Evaluation of large Language model performance on Persian rheumatology board exams: accuracy and clinical reasoning of GPT-4o vs. GPT-5.1
摘要
Large language models are increasingly integrated into medical education, yet their performance in non-English clinical examinations, particularly Persian, remains limited. This study evaluated how GPT-4o and GPT-5.1 perform on Iranian Rheumatology Board examination questions. A total of 204 multiple-choice items were administered in Persian using a similar prompt. Accuracy was determined using the official answer key, and six board-certified rheumatologists independently scored each model’s clinical reasoning on a 1–5 scale. GPT-5.1 demonstrated markedly superior performance, achieving 76% accuracy compared with 64.5% for GPT-4o, alongside significantly higher reasoning scores. Unlike GPT-4o, which showed considerable variability across question types, GPT-5.1 performed consistently across basic science, clinical scenarios, diagnosis, and treatment domains.

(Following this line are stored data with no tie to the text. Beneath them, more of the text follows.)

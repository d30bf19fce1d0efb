"""The recipes on other engines: sqlglot rendering, PostgreSQL and Spark runners.

- :func:`render_for`, :func:`render_all`, :func:`transpile`: the DuckDB recipes written for
  ``duckdb``, ``postgres``, ``spark``, ``bigquery``, ``snowflake`` or ``tsql``; constructs that do
  not carry over raise :class:`~cohort._errors.CohortError` (see :mod:`cohort.engines._dialect`).
- :func:`load_extract_postgres`, :class:`PostgresSession`: a CDM extract copied into a PostgreSQL
  schema, and the recipes run there (psycopg 3).
- :func:`local_spark`, :class:`SparkSession`: the recipes run through Spark (pyspark 4, optional
  extra ``spark``).
- :func:`find_episodes_on_engine` and :func:`episodes_command` (``dka-cohort episodes --engine
  postgres|spark``): the episodes output folder of :func:`cohort.episodes.find_episodes`, with the
  recipes run inside PostgreSQL or Spark.
- :func:`run_recipes` drives any session through the recipes in DuckDB's order with DuckDB's slot
  values; :func:`duckdb_reference`, :func:`compare_runs` and :func:`episodes_from_tables` check
  that an engine gives the same tables and the same ``episodes.parquet`` rows.
"""

from cohort.engines._dialect import (
    ADD_HOURS_DIALECTS,
    DIALECTS,
    add_hours,
    recipe_values,
    render_all,
    render_for,
    sql_command,
    transpile,
    write_rendered,
)
from cohort.engines._episodes import ENGINES, add_engine_arguments, episodes_command, find_episodes_on_engine
from cohort.engines._postgres import PostgresSession, connect_postgres, load_extract_postgres
from cohort.engines._run import (
    compare_runs,
    compare_tables,
    duckdb_reference,
    episodes_from_tables,
    run_recipes,
)
from cohort.engines._spark import SparkSession, connect_spark, local_spark

__all__ = [
    "DIALECTS",
    "ADD_HOURS_DIALECTS",
    "add_hours",
    "ENGINES",
    "find_episodes_on_engine",
    "episodes_command",
    "add_engine_arguments",
    "connect_spark",
    "transpile",
    "render_for",
    "render_all",
    "recipe_values",
    "write_rendered",
    "sql_command",
    "load_extract_postgres",
    "connect_postgres",
    "PostgresSession",
    "local_spark",
    "SparkSession",
    "run_recipes",
    "duckdb_reference",
    "compare_tables",
    "compare_runs",
    "episodes_from_tables",
]
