"""Run the recipes on another engine in the order and with the slot values DuckDB uses.

An engine session (:class:`EngineSession`) knows how to materialise a select as a table, append
a select to a table, count rows and fetch a table as polars. :func:`run_recipes` drives it through
the same steps as :func:`cohort._labs.prepare_lab_events` and
:func:`cohort.episodes.episodes_in_session` (recipes 10 .. 22, 30, 31, 40 .. 46 with the episode
loop, 50, 51), every statement written for the engine by :func:`cohort.engines._dialect.transpile`;
its steps (:func:`run_lab_steps`, :func:`run_state_step`, :func:`run_definition_steps`,
:func:`run_finder_steps`) are what :func:`cohort.engines.find_episodes_on_engine` runs for several
definitions. :func:`duckdb_reference` runs the project's own DuckDB path on an extract and returns the same
tables, and :func:`compare_tables` says where two runs differ.
"""

from __future__ import annotations

import math
import time
from collections.abc import Mapping, Sequence
from datetime import datetime
from typing import Any, Protocol

import polars as pl

from cohort._errors import CohortError
from cohort.engines._dialect import EPISODE_RECIPES, recipe_values, render_for, session_sql

__all__ = [
    "EngineSession",
    "recipe_tables",
    "run_recipes",
    "run_lab_steps",
    "run_state_step",
    "run_definition_steps",
    "run_finder_steps",
    "duckdb_reference",
    "compare_tables",
    "compare_runs",
    "episodes_from_tables",
]

# Guard on the episode loop (as cohort.episodes): one step per episode number.
_MAX_EPISODE_STEPS = 100_000


class EngineSession(Protocol):
    """What :func:`run_recipes` needs from an engine."""

    dialect: str

    def register_codelists(self, lists: Any) -> None:
        """Create ``dka_codelist_<name>`` tables from validated code lists."""

    def materialise(self, target: str, sql: str) -> None:
        """Create (or replace) table ``target`` from the select ``sql``."""

    def append(self, target: str, sql: str) -> None:
        """Insert the rows of select ``sql`` into table ``target``."""

    def count(self, table: str) -> int:
        """Rows of ``table``."""

    def fetch(self, table: str) -> pl.DataFrame:
        """The whole table as polars."""

    def query(self, sql: str, recipe: str = "<query>") -> list[tuple[Any, ...]]:
        """Rows of a select written for the engine (counts; used by find_episodes_on_engine)."""

    def close(self) -> None:
        """Drop what the session made."""


def _lab_recipes() -> tuple[tuple[str, str], ...]:
    from cohort._labs import LAB_RECIPES

    return LAB_RECIPES


def recipe_tables() -> tuple[tuple[str, str], ...]:
    """Every (recipe, table) a run leaves, in the order the tables are made.

    Examples
    --------
    >>> recipe_tables()[-1]
    ('51_hospital_stays.sql', 'dka_hospital_stays')
    """
    return (
        *_lab_recipes(),
        ("30_person_diabetes.sql", "dka_person_diabetes"),
        ("31_lab_state.sql", "dka_lab_state"),
        ("40_onset_candidates.sql", "dka_onset_candidates"),
        ("41_resolution_candidates.sql", "dka_resolution_candidates"),
        ("42_onset_visit.sql", "dka_onset_visit"),
        ("43_onset_censoring.sql", "dka_onset_context"),
        ("44_episode_step.sql", "dka_episode_chain"),
        ("45_episode_rebound.sql", "dka_episode_rebound"),
        ("46_episodes.sql", "dka_episodes"),
        ("50_code_episodes.sql", "dka_code_episodes"),
        ("51_hospital_stays.sql", "dka_hospital_stays"),
    )


def run_recipes(
    session: EngineSession,
    definition: Any,
    *,
    codelists: Any = None,
    until: str | None = None,
) -> list[str]:
    """Run every recipe for one definition on an engine session; return the tables made.

    Parameters
    ----------
    session
        An engine session (:class:`cohort.engines.PostgresSession`, :class:`SparkSession`).
    definition
        A bundled definition name, a path or a loaded definition.
    codelists
        A folder of code-list CSVs or loaded :class:`~cohort._codelists.CodeLists` (default: the
        bundled ones).
    until
        Stop after the recipe of this number prefix (``"22"`` runs the lab recipes only).

    Returns
    -------
    list of str
        The ``dka_*`` tables left in the session, in the order they were made.
    """
    from cohort._codelists import CodeLists, read_codelists
    from cohort.engines._dialect import _definition

    loaded = _definition(definition)
    values = recipe_values(loaded)
    slots: dict[str, Any] = {**values["state"], **values[loaded.name]}
    lists = codelists if isinstance(codelists, CodeLists) else read_codelists(codelists)
    session.register_codelists(lists)
    made: list[str] = []
    made += run_lab_steps(session, until=until)
    if until is not None and until < "31":
        return made
    made += run_state_step(session, slots)
    if until is not None and until < "40":
        return made
    made += run_definition_steps(session, slots, until=until)
    if until is not None and until < "50":
        return made
    made += run_finder_steps(session, until=until)
    return made


def _stop(recipe: str, until: str | None) -> bool:
    return until is not None and recipe[:2] > until


def run_lab_steps(session: EngineSession, *, until: str | None = None, as_of: Any = None) -> list[str]:
    """Recipes 10 .. 22 (lab events, quarantine) and 30 (known diabetes); code lists registered first.

    ``as_of`` is the run's as-of date (default today, UTC; :func:`cohort._labs.lab_slots`).
    """
    from cohort._labs import lab_slots

    slots = lab_slots(as_of)
    made: list[str] = []
    for recipe, target in (*_lab_recipes(), ("30_person_diabetes.sql", "dka_person_diabetes")):
        if _stop(recipe, until):
            break
        session.materialise(target, render_for(session.dialect, recipe, slots))
        made.append(target)
    return made


def run_state_step(session: EngineSession, slots: Mapping[str, Any]) -> list[str]:
    """Recipe 31 (the lab state) with the slots of one group of definitions (:func:`recipe_values`)."""
    session.materialise("dka_lab_state", render_for(session.dialect, "31_lab_state.sql", slots))
    return ["dka_lab_state"]


def run_definition_steps(session: EngineSession, slots: Mapping[str, Any], *,
                         until: str | None = None) -> list[str]:
    """Recipes 40 .. 46 for one definition, with the episode loop of :mod:`cohort.episodes`."""
    dialect = session.dialect
    made: list[str] = []
    for recipe, target in zip(EPISODE_RECIPES[:4], ("dka_onset_candidates", "dka_resolution_candidates",
                                                    "dka_onset_visit", "dka_onset_context")):
        if _stop(recipe, until):
            return made
        session.materialise(target, render_for(dialect, recipe, slots))
        made.append(target)
    if _stop("44", until):
        return made
    session.materialise("dka_episode_cutoff", session_sql("first_cutoff", dialect))
    step_sql = render_for(dialect, "44_episode_step.sql", slots)
    next_cutoff = session_sql("next_cutoff", dialect)
    steps = 0
    while True:
        session.materialise("dka_episode_next", step_sql)
        found = session.count("dka_episode_next")
        if steps == 0:
            session.materialise("dka_episode_chain", "select * from dka_episode_next")
        elif found:
            session.append("dka_episode_chain", "select * from dka_episode_next")
        if found == 0:
            break
        session.materialise("dka_episode_cutoff", next_cutoff)
        steps += 1
        if steps > _MAX_EPISODE_STEPS:  # pragma: no cover
            msg = f"more than {_MAX_EPISODE_STEPS} episodes for one person; check the gap"
            raise CohortError(msg)
    made.append("dka_episode_chain")
    for recipe, target in (("45_episode_rebound.sql", "dka_episode_rebound"),
                           ("46_episodes.sql", "dka_episodes")):
        if _stop(recipe, until):
            return made
        session.materialise(target, render_for(dialect, recipe, slots))
        made.append(target)
    return made


def run_finder_steps(session: EngineSession, *, until: str | None = None) -> list[str]:
    """Recipes 50 (the code-based finder) and 51 (hospital stays)."""
    made: list[str] = []
    for recipe, target in (("50_code_episodes.sql", "dka_code_episodes"),
                           ("51_hospital_stays.sql", "dka_hospital_stays")):
        if _stop(recipe, until):
            break
        session.materialise(target, render_for(session.dialect, recipe, {}))
        made.append(target)
    return made


def duckdb_reference(
    extract: Any,
    definition: Any,
    *,
    codelists: Any = None,
    seconds: dict[str, float] | None = None,
) -> dict[str, pl.DataFrame]:
    """Run the project's own DuckDB path for one definition; return every ``dka_*`` table.

    ``seconds``, when given, receives ``run`` (the recipes) and ``fetch`` (the tables to polars).

    Uses :func:`cohort._labs.prepare_lab_events`, :func:`cohort.episodes.build_lab_state`,
    :func:`cohort.episodes.episodes_in_session` and :func:`cohort.episodes.code_episodes_in_session`
    unchanged, on an opened :class:`~cohort.source.Extract`.
    """
    from cohort._labs import prepare_lab_events
    from cohort._sql import run_recipe
    from cohort.engines._dialect import _definition
    from cohort.episodes import build_lab_state, code_episodes_in_session, episodes_in_session

    loaded = _definition(definition)
    con = extract.con
    started = time.perf_counter()
    prepare_lab_events(extract, codelists=codelists)
    run_recipe(con, "30_person_diabetes.sql", "dka_person_diabetes", {})
    build_lab_state(con, [loaded])
    episodes_in_session(con, loaded)
    code_episodes_in_session(con)
    run_recipe(con, "51_hospital_stays.sql", "dka_hospital_stays", {})
    ran = time.perf_counter()
    tables = {table: con.sql(f"select * from {table}").pl() for _, table in recipe_tables()}
    if seconds is not None:
        seconds["run"] = ran - started
        seconds["fetch"] = time.perf_counter() - ran
    return tables


def _normalise(frame: pl.DataFrame) -> pl.DataFrame:
    columns = []
    for name, dtype in frame.schema.items():
        column = pl.col(name)
        if dtype == pl.Decimal or str(dtype).startswith("Decimal"):
            column = column.cast(pl.Float64)
        elif isinstance(dtype, pl.Datetime):
            column = column.dt.replace_time_zone(None).dt.cast_time_unit("us").dt.truncate("1s")
        elif dtype in (pl.Int8, pl.Int16, pl.Int32, pl.Int64, pl.UInt8, pl.UInt16, pl.UInt32):
            column = column.cast(pl.Int64)
        elif dtype == pl.Float32:
            column = column.cast(pl.Float64)
        columns.append(column.alias(name))
    return frame.select(columns)


def _equal(left: Any, right: Any, tolerance: float) -> bool:
    if left is None or right is None:
        return left is None and right is None
    if isinstance(left, float) or isinstance(right, float):
        try:
            a, b = float(left), float(right)
        except (TypeError, ValueError):
            return False
        if math.isnan(a) or math.isnan(b):
            return math.isnan(a) and math.isnan(b)
        return abs(a - b) <= tolerance * max(1.0, abs(a), abs(b))
    if isinstance(left, datetime) and isinstance(right, datetime):
        return left.replace(microsecond=0) == right.replace(microsecond=0)
    return left == right


def compare_tables(
    left: pl.DataFrame,
    right: pl.DataFrame,
    *,
    table: str = "table",
    tolerance: float = 1e-9,
    limit: int = 5,
) -> list[str]:
    """Say how two copies of a table differ (empty list when they agree).

    Rows are compared as multisets: both sides are sorted on every column after normalising
    (decimals and 32-bit numbers widened, times truncated to the second), then compared cell by
    cell; floats agree within ``tolerance`` (relative, absolute below 1).

    Examples
    --------
    >>> compare_tables(pl.DataFrame({"a": [1.0, 2.0]}), pl.DataFrame({"a": [2.0, 1.0 + 1e-12]}))
    []
    """
    faults: list[str] = []
    if left.columns != right.columns:
        return [f"{table}: columns differ: {left.columns} vs {right.columns}"]
    if left.height != right.height:
        faults.append(f"{table}: {left.height} rows vs {right.height} rows")
    a = _normalise(left)
    b = _normalise(right)
    sortable = [name for name, dtype in a.schema.items() if dtype != pl.Float64]
    floats = [name for name, dtype in a.schema.items() if dtype == pl.Float64]
    # sort on the exact columns first, floats rounded last, so tiny float noise does not reorder
    keys = sortable + [f"__round_{name}" for name in floats]

    def ordered(frame: pl.DataFrame) -> pl.DataFrame:
        rounded = frame.with_columns([pl.col(name).round(6).alias(f"__round_{name}") for name in floats])
        return rounded.sort(keys, nulls_last=True).select(frame.columns) if keys else frame

    a, b = ordered(a), ordered(b)
    if a.height != b.height:
        return faults
    for index, (row_a, row_b) in enumerate(zip(a.iter_rows(), b.iter_rows(), strict=True)):
        for name, value_a, value_b in zip(a.columns, row_a, row_b, strict=True):
            if not _equal(value_a, value_b, tolerance):
                faults.append(f"{table}: row {index} column {name}: {value_a!r} vs {value_b!r}")
                if len(faults) >= limit:
                    return faults
    return faults


def compare_runs(
    reference: Mapping[str, pl.DataFrame],
    other: Mapping[str, pl.DataFrame],
    *,
    tables: Sequence[str] | None = None,
    tolerance: float = 1e-9,
) -> dict[str, list[str]]:
    """:func:`compare_tables` for every table of ``reference`` (or ``tables``); faults by table."""
    out: dict[str, list[str]] = {}
    for table in tables or list(reference):
        if table not in other:
            out[table] = [f"{table}: missing from the other run"]
            continue
        faults = compare_tables(reference[table], other[table], table=table, tolerance=tolerance)
        if faults:
            out[table] = faults
    return out


def episodes_from_tables(dka_episodes: pl.DataFrame, definition: Any) -> pl.DataFrame:
    """Turn an engine's ``dka_episodes`` table into the rows of ``episodes.parquet``.

    Adds ``definition`` and ``episode_id`` and conforms the columns exactly as
    :func:`cohort.episodes.episodes_in_session` does, so the result can be compared with
    ``find_episodes(...).episodes`` for the same definition.
    """
    from cohort.engines._dialect import _definition
    from cohort.episodes import _EPISODE_SCHEMA, _conform, with_episode_ids

    name = _definition(definition).name
    frame = dka_episodes.with_columns(
        [pl.col(column).cast(pl.Float64) for column, dtype in dka_episodes.schema.items()
         if str(dtype).startswith("Decimal")]
    ).sort(["person_id", "onset_datetime"])
    frame = with_episode_ids(frame, name)
    return _conform(frame, _EPISODE_SCHEMA)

Although inter-rater agreement among rheumatologists was modest, it remained statistically significant. These findings suggest that newer-generation LLMs provide more reliable reasoning and accuracy in Persian medical assessments. Nevertheless, despite their promising role as educational aids, current models are not yet suitable for high-stakes clinical decision-making and require continued evaluation across diverse languages and specialties.